Prompt:
Give a single number in reply. It is the count of lines below that contain the string "choose".

Stored records
..............................

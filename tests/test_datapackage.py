"""datapackage.json describes every CSV a run writes, and validates against them.

The standard is the Frictionless Data Package with Table Schema (open specifications of the
Frictionless Data project); the reference validator is the ``frictionless`` package, which
checks the descriptor and every CSV row against its declared types. Scenarios are the invented
examples in ``scenarios/``.
"""

from __future__ import annotations

import json
from pathlib import Path

import pytest
from typer.testing import CliRunner

from simulator.cli import app
from simulator.account.datapackage import describe_column

frictionless = pytest.importorskip("frictionless")
SCENARIOS = Path(__file__).resolve().parent.parent / "scenarios"


@pytest.mark.parametrize("scenario", ["line_marking_rules.toml", "line_marking_stress.toml",
                                      "gritting_depots.toml"])
def test_datapackage_validates_against_the_csvs_and_describes_every_column(tmp_path, scenario):
    out = tmp_path / "out"
    result = CliRunner().invoke(app, ["run", str(SCENARIOS / scenario), "--replicates", "20", "--out", str(out),
                                      "--quiet", "--workers", "1"])
    assert result.exit_code == 0, result.output
    report = frictionless.validate(out / "datapackage.json")
    assert report.valid, report.flatten(["rowNumber", "fieldName", "type", "note"])[:5]
    package = json.loads((out / "datapackage.json").read_text())
    described = {r["path"] for r in package["resources"]}
    assert described == {p.name for p in out.glob("*.csv")}
    for resource in package["resources"]:
        for field in resource["schema"]["fields"]:
            # every column has its own words, not its name echoed
            assert field["description"].replace(" ", "_") != field["name"], (resource["path"], field["name"])


def test_units_say_currency_and_basis():
    assert describe_column("mean_cost", "EUR") == ("mean of the season cost at this cutoff, over replicate "
                                                   "seasons", "EUR per season")
    assert describe_column("training_historical_cost", "NOK")[1] == "NOK over the training period"
    assert describe_column("hits", "EUR")[1] == "count"
    assert describe_column("always_act_p95_cost", "EUR")[0].startswith("95th percentile of the season cost "
                                                                       "of always acting")
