"""How much dearer a run comparing three forecasts is than a run of one, on the same data.

Same synthetic history (10 years of daily forecasts, invented: one forecast calibrated-ish and two
copies with noise added on the logit scale), same season (April to October weekdays), same 101
cutoffs, same replicates. The three forecasts share the drawn replicate rows (one draw, one pricer
per forecast), so the target is a run time under 1.5 times that of one forecast.

Prints the median wall time of each run (seconds, in this process, ``workers=1``) and their ratio.
Run: ``python benchmarks/bench_forecasts.py [replicates]`` (default 5000; the machine may be shared,
so keep it small).
"""

from __future__ import annotations

import statistics
import sys
import time

import numpy as np
import pandas as pd

from simulator.history import history_from_frame
from simulator.run import run_history
from simulator.scenario import scenario_from_text

SCENARIO = """
name = "bench forecasts"
[costs]
hit = 300
false_alarm = 1800
miss = 2500
correct_negative = 0
[season]
months = [4, 5, 6, 7, 8, 9, 10]
weekdays = ["mon", "tue", "wed", "thu", "fri"]
[simulation]
replicates = {replicates}
"""

THREE = """
[forecasts]
"main" = "probability"
"noisy" = "p_noisy"
"noisier" = "p_noisier"
"""


def synthetic_frame(seed: int = 1) -> pd.DataFrame:
    rng = np.random.default_rng(seed)
    dates = pd.date_range("2016-01-01", "2025-12-31", freq="D")
    p = np.clip(rng.beta(1.2, 2.0, dates.size), 0.005, 0.995)
    outcome = (rng.random(dates.size) < p).astype(int)
    logit = np.log(p / (1 - p))

    def noisy(sd: float) -> np.ndarray:
        return np.round(1 / (1 + np.exp(-(logit + rng.normal(0, sd, dates.size)))), 2)

    return pd.DataFrame({"date": dates.strftime("%Y-%m-%d"), "probability": np.round(p, 2),
                         "p_noisy": noisy(0.5), "p_noisier": noisy(1.0), "outcome": outcome})


def timed(scenario_text: str, frame: pd.DataFrame, repeats: int = 3) -> float:
    scenario = scenario_from_text(scenario_text)
    history = history_from_frame(frame, scenario)
    times = []
    for _ in range(repeats):
        start = time.perf_counter()
        run_history(scenario, history, workers=1)
        times.append(time.perf_counter() - start)
    return statistics.median(times)


def main() -> None:
    replicates = int(sys.argv[1]) if len(sys.argv) > 1 else 5000
    frame = synthetic_frame()
    base = SCENARIO.format(replicates=replicates)
    one = timed(base, frame)
    three = timed(base + THREE, frame)
    print(f"replicates: {replicates}; history rows: {len(frame)}; season: April to October weekdays")
    print(f"one forecast:    {one:.3f} s (median of 3 runs)")
    print(f"three forecasts: {three:.3f} s (median of 3 runs)")
    print(f"ratio: {three / one:.2f} (target: below 1.5)")


if __name__ == "__main__":
    main()
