def history_from_frame(frame: pd.DataFrame, scenario: Scenario, *, label: str = "history",
                       sha256: str = "", first_row: int = 2) -> History:
    """Check a frame as read from a file and build a :class:`History`.

    ``first_row`` is the number a user sees for the frame's first row (2 for a CSV with a header).
    With ``[history] site_column`` the rows of each site are checked as a history of their own
    (dates in order, enough events in each period) and grouped by site.
    """
    spec = scenario.history
    if len(frame) == 0:
        raise InputError(f"{label}: has a header but no rows; add one row per forecast occasion")
    frame = frame.reset_index(drop=True)
    columns = [str(c) for c in frame.columns]
    frame.columns = columns
    where = _Where(label, first_row)
    required = _required_columns(spec)
    if len(columns) == 1 and columns[0] not in [name for _, name in required]:
        # not a table: its first line is not quoted back (it may be anything, e.g. a system file)
        raise InputError(f"{label}: has a single column, so it is not a history table; give a file with "
                         "date, probability and outcome columns (in a CSV file, a header row with the "
                         "names separated by commas)")
    for role, name in required:
        if name not in columns:
            if scenario.forecasts and role == "probability":
                continue  # named under [forecasts]: checked below
            raise InputError(f'{label}: no column "{name}" (the {role}){did_you_mean(name, columns)}; '
                             f"name it in the scenario's [history] {role}_column (gonogo init writes a scenario that "
                             "names the columns it finds)")
    for forecast, name in scenario.forecast_columns if scenario.forecasts else ():
        if name not in columns:
            raise InputError(f"{label}: no column {quoted(name)} (the forecast {quoted(forecast)})"
                             f"{did_you_mean(name, columns)}; name it in the scenario's [forecasts]")

    codes, site_names = None, ()
    if spec.site_column is not None:
        codes, site_names = _parse_sites(frame[spec.site_column], where, spec.site_column)
        _check_site_tables(scenario, site_names, label, spec.site_column)
    dates = parse_dates(frame[spec.date_column], spec.date_format, where, spec.date_column)
    _check_order(dates, where, spec.date_column, codes, site_names)
    forecasts, present, dropped = _parse_forecasts(frame, scenario, where)
    p = forecasts[0]
    event, defined = _parse_outcome(frame, spec, where, codes)
    first_of_site = np.zeros(len(frame), dtype=bool)
    first_of_site[0] = True
    if codes is not None:  # group the rows by site, keeping each site's rows in file (= date) order
        order = np.argsort(codes, kind="stable")
        codes, dates, p, event, defined = codes[order], dates[order], p[order], event[order], defined[order]
        forecasts, present = [f[order] for f in forecasts], present[order]
        first_of_site[1:] = codes[1:] != codes[:-1]

    if scenario.event.flip:
        p = decimals.complement(p)  # exact: the complement of 0.56 is 0.44 (see decimals.py)
        forecasts = [decimals.complement(f) for f in forecasts]
        event = ~event

    site_rows = ([np.ones(len(dates), dtype=bool)] if codes is None
                 else [codes == k for k in range(len(site_names))])
    frequency = _frequency_of_sites(dates, site_rows, site_names, label)
    season_rule = scenario.season
    if not frequency.is_daily and set(season_rule.weekdays) != set(WEEKDAYS):
        raise InputError(f"{_scenario_label(scenario)} [season] weekdays: {label} has a row "
                         f"{_every(frequency)}, and weekdays choose the occasions of daily data only; "
                         "leave weekdays out of [season]")
    if frequency.is_daily and not set(season_rule.weekday_numbers) & set(frequency.weekdays):
        raise InputError(f"{_scenario_label(scenario)} [season] weekdays: {label} has rows "
                         f"{frequency.describe()} only, none on {', '.join(season_rule.weekdays)}; "
                         "choose weekdays it has rows on")
    season, day_of_season, in_season = _season_labels(dates, season_rule)
    evaluated = in_season & defined & present
    if not evaluated.any():
        raise InputError(f"{label}: no occasion falls in the season (months {list(season_rule.months)}, "
                         f"weekdays {list(season_rule.weekdays)}); check [season]")
    validation = np.zeros_like(evaluated)
    if spec.validation_from is not None:
        cut = np.datetime64(spec.validation_from, "D")
        first, last = dates[evaluated].min(), dates[evaluated].max()
        if not (first < cut <= last):
            raise InputError(f"{_scenario_label(scenario)} [history] validation_from: "
                             f"{spec.validation_from} is outside the evaluated history "
                             f"({_as_date(first)} to {_as_date(last)}); pick a date inside it")
        validation = evaluated & (dates >= cut)

    site_of = (lambda k: f'{label} site "{site_names[k]}"') if codes is not None else (lambda k: label)
    periods = [("evaluated period", evaluated)]
    if validation.any():
        periods = [("training period", evaluated & ~validation), ("validation period", validation)]
    name = scenario.event.name
    for k, rows in enumerate(site_rows):
        for period, mask in periods:
            n_event = int(event[mask & rows].sum())
            n_non = int((mask & rows).sum()) - n_event
            for count, what in ((n_event, f'"{name}" occasions'), (n_non, f'occasions without "{name}"')):
                if count < MIN_CLASS_COUNT:
                    fix = "; use a longer history or a wider season"
                    if codes is not None:
                        fix += ", or leave the site out"
                    raise InputError(f"{site_of(k)}: the {period} has {count} {what}, fewer than "
                                     f"{MIN_CLASS_COUNT}{fix}")

    prev_event = np.concatenate([[False], event[:-1]]) & ~first_of_site
    union = np.unique(dates[evaluated])  # the dates of the season that any site has
    warnings = _gap_warnings(np.unique(dates[in_season & defined]), season_rule, frequency, label)
    if dropped:
        warnings.insert(0, f'{label}: {dropped} row{"s" if dropped > 1 else ""} left out because a forecast '
                        f'has no probability there ([history] missing_forecast = "drop_row"); every '
                        f"forecast is evaluated on the {int(evaluated.sum())} occasions where all have one")
    if codes is not None:
        warnings += _missing_site_dates(union, [dates[evaluated & rows] for rows in site_rows],
                                        site_names, label)
    several = len(scenario.forecasts) > 1
    return History(label=label, sha256=sha256, dates=dates, p=p, event=event, evaluated=evaluated,
                   validation=validation, season=season, day_of_season=day_of_season,
                   prev_event=prev_event, frequency=frequency, warnings=tuple(warnings),
                   site=codes, site_names=tuple(site_names),
                   forecast_p=tuple(forecasts) if several else (),
                   forecast_names=tuple(scenario.forecasts) if several else ())


def _parse_forecasts(frame: pd.DataFrame, scenario: Scenario,
                     where: "_Where") -> tuple[list[np.ndarray], np.ndarray, int]:
    """Every forecast's probabilities (before flip), the main one first; whether all are present on
    each row; and how many rows ``missing_forecast = "drop_row"`` leaves out (they hold 0)."""
    columns = [column for _, column in scenario.forecast_columns]
    present = np.ones(len(frame), dtype=bool)
    if scenario.history.missing_forecast == "drop_row":
        for column in dict.fromkeys(columns):
            present &= ~_blank(frame[column])
    keep = frame if present.all() else frame[present]
    forecasts = []
    for column in columns:
        values = np.zeros(len(frame))
        # rows are named by their place in the file whichever rows are left out
        values[present] = _parse_probability(
            keep[column], dataclasses.replace(where, kept=np.flatnonzero(present)), column,
            ' or set [history] missing_forecast = "drop_row"' if len(columns) > 1 else "")
        forecasts.append(values)
    return forecasts, present, int((~present).sum())


def _frequency_of_sites(dates: np.ndarray, site_rows: list[np.ndarray], names: tuple[str, ...],
                        label: str) -> Frequency:
    """The frequency of every site's rows, which must agree; daily sites may differ in weekdays,
    and the history is then daily on the weekdays of any of them."""
    found = [history_frequency(dates[rows]) for rows in site_rows]
    first = found[0]
    for k, other in enumerate(found[1:], 1):
        if not other.same_spacing(first):
            raise InputError(f'{label}: site "{names[0]}" has a row {_every(first)} and site "{names[k]}" '
                             f"{_every(other)}; give every site forecasts at the same spacing")
    if first.is_daily and len(found) > 1:
        weekdays = tuple(sorted({w for f in found for w in f.weekdays}))
        first = dataclasses.replace(first, weekdays=weekdays)
    return first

..............................

Solution below:
2